Ashleigh props her chin in her hand and leans forward to be heard: “What do you recommend?”

He drags a paper menu out of a nearby cup and pushes it toward us. “Kitchen’s out of a bunch of stuff, but we still have these.” He marks three of the six small-plate options, then flips the menu and circles the wine flights, drawing scrappy little stars beside the one he recommends.

He looks to me for approval. I look to Ashleigh. She nods and half shouts, “Whatever Miles says!”

“I’ll be right back,” he promises, disappearing with the marked menu, stopping to murmur something to a bartender with curtain bangs before slipping through the door.

Ashleigh swivels toward me. “So what’s this hilarious ‘joke’ about you being his girlfriend?”

“What’s this about my roommate being a drug dealer?”

She waves a hand. “That’s just what I call him in my mind, because of his aesthetic.”

“His selling-prescription-bottles-under-the-bleachers aesthetic?”

“More like eight-plants-and-grow-light-in-his-apartment. But that was before I unknowingly wandered into his bedroom thirty minutes ago. Now I have to revise his whole image in my brain castle.”

“Do you mean ‘memory palace’?” I ask.

“My turn to ask the questions.” Her eyes dance devilishly. I haven’t seen this mischievous side of Ashleigh before. It’s intimidating, feeling like I can’t escape her curiosity, but it also reminds me a little bit of Sadie, which sends a pang through my stomach. “Tell me about this joke, where you’re Hot Miles’s girlfriend.”
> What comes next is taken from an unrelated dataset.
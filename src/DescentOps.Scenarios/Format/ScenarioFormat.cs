using static DescentOps.Scenarios.Format.QuantityKind;

namespace DescentOps.Scenarios.Format;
“Hello, ladies!” the curtain-fringed bartender says, making us both jump.

“Hi!” Ashleigh and I cheep in unison.

“Miles will be right back with your flight, but can I get you anything in the meantime?” She flips two water glasses onto the bar and fills them from a pitcher.

We shake our heads.

“Well, I’m Katya, if you need anything. Just shout.” She pats the bar and saunters off.

“So?” Ashleigh prods. “The joke?”

“It was just about this picture.”

She arches a brow, waiting. I give in, pull my phone out, and tap to the picture of Miles and me, avocado smeared on my face, our mouths suspiciously close. It’s more lascivious than I remembered. My stomach flutters uncomfortably.
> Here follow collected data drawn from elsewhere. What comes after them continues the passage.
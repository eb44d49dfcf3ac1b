using DescentOps.Mission.Station;
using DescentOps.Records;
using DescentOps.Tests.Shared;

namespace DescentOps.Mission.Tests.Ground;

/// <summary>
/// Ground rules on <c>station.alive</c> and <c>station.in_view</c> in whole runs of the default scenario (an invented
/// mission: 10-minute frames, 1.08e9 km home, 2 s of forwarding) with test inputs added. Expected instants are computed
/// here: light time 1.08e12 m / 299 792 458 m/s (exact by the SI definition of the metre) = 3602.49 s, the default
/// silence timeout 600 s, window edges from the scenario's own link geometry.
/// </summary>
public sealed class StationPointTests
{
    private const double LightS = 1.08e12 / 299_792_458.0;

    private const string Windows = "  forwarding_delay: 2 s\n  link:\n    rotation_period: 10 h\n    latitude: 0 deg\n    start_hour_angle: -90 deg\n";

    private static TestScenario WithRule(TestScenario scenario, string condition) => scenario.Set("run.until", "3 d").AddSection($$"""
        rules: |
          rule station-watch {
            runs on ground
            severity high
            when {{condition}}
            then { send probe enter_safe_mode }
          }
        """);

    private static TestScenario StationFailsAt(TestScenario scenario, string at) =>
        scenario.Replace("faults:\n", $"faults:\n  - name: station-cut\n    kind: station_failure\n    at: {at}\n");

    private static string Text(JournalRecord record, string name) => record.Fields.Single(f => f.Name == name).Text!;

    [Fact]
    public async Task A_ground_rule_on_station_alive_fires_a_light_time_and_the_silence_timeout_after_the_station_dies()
    {
        var scenario = WithRule(StationFailsAt(TestScenario.Default, "1 d"), "station.alive is no").Load();
        var (_, sink) = await MissionHarness.RunAsync(scenario);

        // Dies at 86 400 s; its carrier stops reaching the ground a light time later; the ground waits the timeout.
        var failed = Assert.Single(sink.OfKind("station.failed"));
        Assert.Equal(86_400.0, failed.Time.SecondsSinceEpoch, 6);
        var expectedS = 86_400.0 + LightS + 600.0;
        var fired = Assert.Single(sink.OfKind("rule.fired"));
        Assert.Equal(expectedS, fired.Time.SecondsSinceEpoch, 3);
        Assert.Equal(4202.49, fired.Time.SecondsSinceEpoch - failed.Time.SecondsSinceEpoch, 2);

        // The status is stamped with the sampling time of the latest frame the ground held (arrival less latency).
        var lastFrame = sink.OfKind("ground.telemetry").Last(r => r.Time < fired.Time);
        var stampS = lastFrame.Time.SecondsSinceEpoch - CollectingSink.Field(lastFrame, "latency_s");
        var status = Assert.Single(sink.OfKind("ground.station_status"));
        Assert.Equal(("no", "yes", "silence past the timeout"), (Text(status, "alive"), Text(status, "in_view"), Text(status, "cause")));
        Assert.Equal(stampS, CollectingSink.Field(status, "stamp_t_s"), 6);
        Assert.Contains(FormattableString.Invariant($"station.alive=no@{stampS:R}s"), Text(fired, "evidence"), StringComparison.Ordinal);
        // Nothing the ground received was refused, and no frame arrived after the station died plus a downlink.
        Assert.Empty(sink.OfKind("rule.sample_rejected"));
        Assert.True(lastFrame.Time.SecondsSinceEpoch <= 86_400.0 + 2 + LightS + 1e-3);
    }

    [Fact]
    public async Task A_ground_rule_on_station_in_view_fires_a_light_time_after_home_sets_and_the_station_stays_alive()
    {
        var scenario = WithRule(TestScenario.Default.Replace("  forwarding_delay: 2 s\n", Windows), "station.in_view is no").Load();
        var (_, sink) = await MissionHarness.RunAsync(scenario);

        var link = new HomeLink(scenario);
        var setsS = link.ClosingS(link.NextOpeningS(0) + 1);
        var fired = sink.OfKind("rule.fired").First();
        Assert.Equal(StationTransmitter.CeilingTick(setsS).SecondsSinceEpoch + LightS, fired.Time.SecondsSinceEpoch, 3);
        // Home setting is not silence: the ground never takes the station for dead.
        Assert.All(sink.OfKind("ground.station_status"), r => Assert.Equal("yes", Text(r, "alive")));
        Assert.Equal(["no", "yes"], sink.OfKind("ground.station_status").Take(2).Select(r => Text(r, "in_view")));
    }

    [Fact]
    public async Task A_station_that_dies_out_of_view_is_taken_for_dead_the_timeout_after_home_rises_again()
    {
        var plain = WithRule(TestScenario.Default.Replace("  forwarding_delay: 2 s\n", Windows), "station.alive is no");
        var link = new HomeLink(plain.Load());
        var setsS = link.ClosingS(link.NextOpeningS(0) + 1);
        var risesS = link.NextOpeningS(setsS + 1);
        var dieS = Math.Round((setsS + risesS) / 2);
        var scenario = StationFailsAt(plain, FormattableString.Invariant($"{dieS} s")).Load();
        var (_, sink) = await MissionHarness.RunAsync(scenario);

        Assert.False(link.IsOpen(dieS));
        var fired = Assert.Single(sink.OfKind("rule.fired"));
        Assert.Equal(StationTransmitter.CeilingTick(risesS).SecondsSinceEpoch + LightS + 600.0, fired.Time.SecondsSinceEpoch, 3);
    }

    [Fact]
    public async Task Without_a_reader_of_the_station_points_nothing_new_is_sent_or_logged()
    {
        var scenario = StationFailsAt(TestScenario.Default, "1 d").Set("run.until", "2 d").Load();
        var (_, sink) = await MissionHarness.RunAsync(scenario);
        Assert.Empty(sink.OfKind("ground.station_status"));
        Assert.NotEmpty(sink.OfKind("station.failed"));
    }
}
Ashleigh stares at it, a divot forming in her chin. “What, because you look so much like a couple in this? That’s the whole joke?”

I grimace, debating how much more to divulge. This is my problem. I don’t know how to talk along the surface of things, but I also don’t want to unearth the ugly stuff, over and over again, for people who are just passing through my life. It’s depleting. Like every time I dole out a kernel of my history to someone who’s not going to become a fixture in my life, a piece of me gets carried away, somewhere I can never get it back.
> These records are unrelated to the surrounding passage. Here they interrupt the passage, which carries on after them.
"""Monte Carlo of startup: N parts per condition, integrated together, measured like silicon.

Common random numbers: the standard-normal draws depend only on ``seed`` and the sample index (one
fixed column per varied parameter, :data:`VARIED`), never on the conditions or the nominal values, so
differences between conditions or design changes are the physics, not the dice. Each sample is
measured by the same engine as a bench capture (labtool.measure: levels, crossings, verdict).
Behavioural model, not transistor-level sign-off.
"""

from __future__ import annotations

from dataclasses import dataclass
from typing import Sequence

import numpy as np
import pandas as pd

from labtool.execute import Scheduler, run_batch
from labtool.errors import ModelError
from labtool.measure import Limits, measure_arrays
from labtool.measure.startup import measure_startup
from labtool.measure.verdict import decide
from labtool.model.circuit import OUT, linear_ramp, make_circuit
from labtool.model.design import resolve_params
from labtool.model.integrator import integrate
from labtool.model.transient import default_stop

# Varied parameters, in the fixed order of the draw columns (changing it changes every sample).
VARIED = ("amp_offset_v", "is_dev_q1", "is_dev_q2", "is_dev_q3", "r_dev", "c_dev", "i_start_a")
CHUNK = 2500  # samples integrated together in one batch item (bigger batches amortise numpy overhead)


def draws(n: int, seed: int) -> np.ndarray:
    """(n, len(VARIED)) standard-normal draws; sample i's row is the same for any n ≥ i + 1."""
    if n < 1:
        raise ModelError(f"Monte Carlo needs n ≥ 1 samples (got {n})")
    rng = np.random.default_rng(seed)
    return rng.standard_normal((n, len(VARIED)))


def sampled_values(design, z: np.ndarray) -> dict[str, np.ndarray]:
    """Per-sample values of the varied parameters from the draws ``z`` and the design's sigmas."""
    d = design
    rel = lambda nominal, sigma, col: np.maximum(nominal + sigma * z[:, col], -0.9)  # noqa: E731
    return {
        "amp_offset_v": d.amp_offset_v + d.sigma_offset_v * z[:, 0],
        "is_dev_q1": rel(d.is_dev_q1, d.sigma_is_rel, 1),
        "is_dev_q2": rel(d.is_dev_q2, d.sigma_is_rel, 2),
        "is_dev_q3": rel(d.is_dev_q3, d.sigma_is_rel, 3),
        "r_dev": rel(d.r_dev, d.sigma_r_rel, 4),
        "c_dev": rel(d.c_dev, d.sigma_c_rel, 5),
        "i_start_a": d.i_start_a * np.maximum(1.0 + d.sigma_i_start_rel * z[:, 6], 0.0),
    }


def sample_population(design, n: int, seed: int) -> list:
    """``n`` designs with per-part variation (the same parts as :func:`monte_carlo` with this seed)."""
    values = sampled_values(design, draws(n, seed))
    return [design.replace(**{k: float(v[i]) for k, v in values.items()}) for i in range(n)]


@dataclass(frozen=True)
class MonteCarloResult:
    """Per-sample results (``samples``) and per-condition summaries; behavioural model, not sign-off."""

    samples: pd.DataFrame
    seed: int

    def summary(self) -> pd.DataFrame:
        rows = []
        for (ramp, temp), g in self.samples.groupby(["ramp_s", "temperature_c"], sort=True):
            rows.append({"ramp_s": ramp, "temperature_c": temp, **summarise(g)})
        return pd.DataFrame(rows)


def summarise(g: pd.DataFrame) -> dict:
    """n, p_stuck and the delay distribution of one condition's samples: the delays of samples whose
    output came up and stayed, summarised as every set-up is (labtool.stats.setups)."""
    from labtool.stats.setups import counted, quantiles

    q = quantiles(counted(g))
    counts = g["verdict"].value_counts()
    return {
        "n": int(len(g)), "p_stuck": float(g["stuck"].mean()), "n_stuck": int(g["stuck"].sum()),
        "delay_median_s": q.median, "delay_p05_s": q.p05, "delay_p95_s": q.p95,
        "delay_mean_s": q.mean, "delay_std_s": q.std,
        "verdicts": {str(k): int(v) for k, v in counts.items()},
    }


def measure_sample(t_s, supply_v, output_v, limits: Limits, *, fit: bool = False) -> dict:
    """The engine's metrics and verdict for one sample. By default as ``measure_arrays`` computes them
    but without its step-model fit: the fit only adds ring frequency and damping, which the Monte
    Carlo summary does not use, and costs twenty times the rest. ``fit=True`` calls
    ``measure_arrays`` itself and adds ``ring_hz`` and ``damping``."""
    if fit:
        r = measure_arrays(t_s, supply_v, output_v, limits)
        return {"verdict": r.verdict, "delay_s": r.delay_s, "settle_s": r.settle_s, "overshoot_pct": r.overshoot_pct,
                "vout_final_v": r.vout_final_v, "ring_hz": r.ring_hz, "damping": r.damping}
    m = measure_startup(t_s, supply_v, output_v, limits)
    verdict, _ = decide(m, limits)
    return {"verdict": verdict, "delay_s": m.delay_s, "settle_s": m.settle_s, "overshoot_pct": m.overshoot_pct,
            "vout_final_v": m.output.final_v}


def _run_chunk(item) -> pd.DataFrame:
    """Integrate and measure one chunk of samples at one condition (a picklable batch item)."""
    design, ramp_s, temperature_c, start, values, limits, fit = item
    size = len(next(iter(values.values())))
    resolved = resolve_params({**design.values(), **values}, temperature_c)
    resolved["ramp_s"] = ramp_s
    circ = make_circuit(resolved, size, linear_ramp(design.vdd_v, ramp_s), (ramp_s,))
    t_stop = default_stop(design, ramp_s)
    rec = integrate(circ, t_stop, design.mc_points, (OUT,), rtol=design.rtol, atol=design.atol_v)
    supply = circ.supply(rec.t_s)
    rows = []
    for i in range(size):
        rows.append(measure_sample(rec.t_s, supply, rec.values[i, :, 0], limits, fit=fit))
    frame = pd.DataFrame(rows)
    frame.insert(0, "sample", np.arange(start, start + size))
    frame.insert(0, "temperature_c", float(temperature_c))
    frame.insert(0, "ramp_s", float(ramp_s))
    frame.insert(3, "stuck", frame["verdict"] == "stuck_at_zero")
    frame["delay_s"] = frame["delay_s"].astype(float)
    for k, v in values.items():
        frame[k] = v
    frame["steps"] = rec.steps
    return frame


def monte_carlo(design, *, conditions: Sequence[tuple[float, float]], n: int, seed: int,
                limits: Limits | None = None, scheduler: Scheduler | None = None,
                chunk: int = CHUNK, fit: bool = False) -> MonteCarloResult:
    """``n`` samples at each (ramp_s, temperature_c); the same parts (draws) at every condition.
    ``fit=True`` measures each sample with the full ``measure_arrays`` (adds ring_hz, damping; slower)."""
    if not conditions:
        raise ModelError("Monte Carlo needs at least one (ramp_s, temperature_c) condition")
    values = sampled_values(design, draws(n, seed))
    limits = limits or Limits()
    items = [(design, float(r), float(t), s, {k: v[s:s + chunk] for k, v in values.items()}, limits, fit)
             for r, t in conditions for s in range(0, n, chunk)]
    frames = []
    for outcome in run_batch(_run_chunk, items, scheduler, what="monte carlo", unit="batch"):
        if not outcome.ok:
            raise ModelError(f"Monte Carlo at ramp_s={outcome.item[1]:g}, temperature_c={outcome.item[2]:g}: "
                             f"{outcome.error}")
        frames.append(outcome.value)
    return MonteCarloResult(pd.concat(frames, ignore_index=True), seed)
You can’t untell someone your secrets. You can’t unsay those delicate truths once you learn you can’t trust the person you handed them to.

Ashleigh sets my phone aside. “Look. If you don’t want to be friends, I’m not going to make you. We’ve worked together for over a year, and I’ve managed to learn startlingly little about you in that time, and I haven’t pressed, because I can tell when someone’s a closed book—”

“I’m not a closed book,” I protest.

“—but what I can’t figure out,” she says, “is why ask me to hang out now? If this is just some Good Samaritan shtick, I would’ve rather stayed home than go on a pity outing.”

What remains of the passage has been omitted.